_WORK INSTRUCTION_:
Your response should be a copy of each line in the listing below that includes the word "first".

_RECORD EXTRACTS_:
// Users table access: the only place that knows its columns.
import type { Db } from '../lib/db'
import type { TimeZoneSetting } from '../../src/contract/account'
import type { AdminUser, PublicUser, Role, UserListQuery } from './users-schema'

export interface UserRecord extends PublicUser {
  passwordHash: string
  passwordChangedAt: Date
  disabledAt: Date | null
}

export interface UserRow {
  id: string
  email: string
  name: string
  role: Role
  password_hash: string
  password_changed_at: Date
  disabled_at: Date | null
  created_at: Date
  updated_at: Date
}

export const toRecord = (row: UserRow): UserRecord => ({
  id: row.id,
  email: row.email,
  name: row.name,
  role: row.role,
  createdAt: row.created_at.toISOString(),
  passwordHash: row.password_hash,
  passwordChangedAt: row.password_changed_at,
  disabledAt: row.disabled_at,
})

/** Strips the secret fields before a user leaves the server. */
export const toPublicUser = ({ id, email, name, role, createdAt }: UserRecord): PublicUser => ({
  id,
  email,
  name,
  role,
  createdAt,
})

export async function findUserByEmail(db: Db, email: string): Promise<UserRecord | null> {
  const row = await db<UserRow>('users').where({ email }).first()
  return row ? toRecord(row) : null
}

export async function findUserById(db: Db, id: string): Promise<UserRecord | null> {
  const row = await db<UserRow>('users').where({ id }).first()
  return row ? toRecord(row) : null
}

export async function insertUser(
  db: Db,
  user: { email: string; name: string; role: Role; passwordHash: string },
): Promise<UserRecord> {
  const [row] = await db<UserRow>('users')
    .insert({
      email: user.email,
      name: user.name,
      role: user.role,
      password_hash: user.passwordHash,
    })
    .returning('*')
  return toRecord(row as UserRow)
}

export async function updatePassword(db: Db, id: string, passwordHash: string): Promise<Date> {
  const [row] = await db<UserRow>('users')
    .where({ id })
    .update({
      password_hash: passwordHash,
      password_changed_at: new Date(),
      updated_at: new Date(),
    })
    .returning('password_changed_at')
  return (row as UserRow).password_changed_at
}

/** What an admin sees of an account: the public fields and whether it is disabled. */
export const toAdminUser = (user: UserRecord): AdminUser => ({
  ...toPublicUser(user),
  disabledAt: user.disabledAt ? user.disabledAt.toISOString() : null,
})

export async function updateRole(db: Db, id: string, role: Role): Promise<UserRecord | null> {
  const [row] = await db<UserRow>('users')
    .where({ id })
    .update({ role, updated_at: new Date() })
    .returning('*')
  return row ? toRecord(row) : null
}

/** Disables (sign-in refused) or re-enables an account. */
export async function updateDisabled(
  db: Db,
  id: string,
  disabled: boolean,
): Promise<UserRecord | null> {
  const [row] = await db<UserRow>('users')
    .where({ id })
    .update({ disabled_at: disabled ? db.fn.now() : null, updated_at: new Date() })
    .returning('*')
  return row ? toRecord(row) : null
}

export async function listUsers(db: Db, query: UserListQuery) {
  const base = db<UserRow>('users').modify((q) => {
    if (query.role) q.where('role', query.role)
    if (query.search) {
      const like = `%${query.search.replace(/[%_\\]/g, '\\$&')}%`
      q.where((w) => w.whereILike('email', like).orWhereILike('name', like))
    }
  })
  const [{ count }] = (await base.clone().count({ count: '*' })) as [{ count: string }]
  const rows: UserRow[] = await base
    .clone()
    .orderBy('created_at', 'desc')
    .orderBy('id')
    .limit(query.pageSize)
    .offset((query.page - 1) * query.pageSize)
  return { total: Number(count), items: rows.map((r) => toAdminUser(toRecord(r))) }
}

/** Each user's IANA time zone (the one their browser last sent; UTC when none yet), for e-mails. */
export async function timeZonesOf(db: Db, userIds: string[]): Promise<Map<string, string>> {
  const rows: { user_id: string; time_zone: string }[] = userIds.length
    ? await db('user_time_zones').whereIn('user_id', userIds).select('user_id', 'time_zone')
    : []
  const zones = new Map(rows.map((r) => [r.user_id, r.time_zone]))
  return new Map(userIds.map((id) => [id, zones.get(id) ?? 'UTC']))
}

/** One user's time zone (see timeZonesOf). */
export const timeZoneOf = async (db: Db, userId: string) =>
  (await timeZonesOf(db, [userId])).get(userId) ?? 'UTC'

/** The user's zone and whether it follows the browser (a user with none yet follows it, in UTC). */
export async function timeZoneSetting(db: Db, userId: string): Promise<TimeZoneSetting> {
  const row = (await db('user_time_zones').where('user_id', userId).first()) as
    { time_zone: string; chosen_at: Date | null } | undefined
  return { timeZone: row?.time_zone ?? 'UTC', followsBrowser: !row?.chosen_at }
}

/** Saves the zone the user chose in Account (or follows the browser again with its zone). */
export async function chooseTimeZone(
  db: Db,
  userId: string,
  zone: string,
  followsBrowser: boolean,
) {
  await db('user_time_zones')
    .insert({
      user_id: userId,
      time_zone: zone,
      chosen_at: followsBrowser ? null : db.fn.now(),
      updated_at: db.fn.now(),
    })
    .onConflict('user_id')
    .merge(['time_zone', 'chosen_at', 'updated_at'])
}

/** Saves the browser's zone unless the user chose one (the practice batches report it too). */
export async function reportBrowserTimeZone(db: Db, userId: string, zone: string) {
  await db('user_time_zones')
    .insert({ user_id: userId, time_zone: zone, updated_at: db.fn.now() })
    .onConflict('user_id')
    .merge(['time_zone', 'updated_at'])
    .whereRaw(
      'user_time_zones.chosen_at is null and user_time_zones.time_zone is distinct from excluded.time_zone',
    )
}

/** Whether PostgreSQL knows a time zone name (its list can differ slightly from the JS runtime's). */
export async function isKnownTimeZone(db: Db, zone: string) {
  const row = await db('pg_timezone_names').where('name', zone).first('name')
  return row !== undefined
}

_RESPONSE TO THIS TASK_:
  const row = await db<UserRow>('users').where({ email }).first()
  const row = await db<UserRow>('users').where({ id }).first()
  const row = (await db('user_time_zones').where('user_id', userId).first()) as
  const row = await db('pg_timezone_names').where('name', zone).first('name')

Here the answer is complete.